◆ **TASK**: Nothing should differ between your answer and the records.

◆ **DATASET RECORDS**:
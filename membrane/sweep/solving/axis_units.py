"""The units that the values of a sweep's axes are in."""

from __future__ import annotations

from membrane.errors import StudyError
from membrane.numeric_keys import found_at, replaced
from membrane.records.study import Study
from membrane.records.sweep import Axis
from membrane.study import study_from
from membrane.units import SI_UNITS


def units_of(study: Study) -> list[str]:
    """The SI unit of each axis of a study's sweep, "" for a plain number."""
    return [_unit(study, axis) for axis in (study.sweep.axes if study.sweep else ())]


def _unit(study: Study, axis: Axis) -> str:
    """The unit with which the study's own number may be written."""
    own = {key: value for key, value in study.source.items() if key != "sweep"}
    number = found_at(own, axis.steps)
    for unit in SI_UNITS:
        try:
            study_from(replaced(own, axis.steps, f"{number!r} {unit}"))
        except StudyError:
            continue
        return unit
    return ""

◆ **WRITTEN RESPONSE**:
filename membrane/sweep/solving/axis_units.py
"""The units that the values of a sweep's axes are in."""

from __future__ import annotations

from membrane.errors import StudyError
from membrane.numeric_keys import found_at, replaced
from membrane.records.study import Study
from membrane.records.sweep import Axis
from membrane.study import study_from
from membrane.units import SI_UNITS


def units_of(study: Study) -> list[str]:
    """The SI unit of each axis of a study's sweep, "" for a plain number."""
    return [_unit(study, axis) for axis in (study.sweep.axes if study.sweep else ())]


def _unit(study: Study, axis: Axis) -> str:
    """The unit with which the study's own number may be written."""
    own = {key: value for key, value in study.source.items() if key != "sweep"}
    number = found_at(own, axis.steps)
    for unit in SI_UNITS:
        try:
            study_from(replaced(own, axis.steps, f"{number!r} {unit}"))
        except StudyError:
            continue
        return unit
    return ""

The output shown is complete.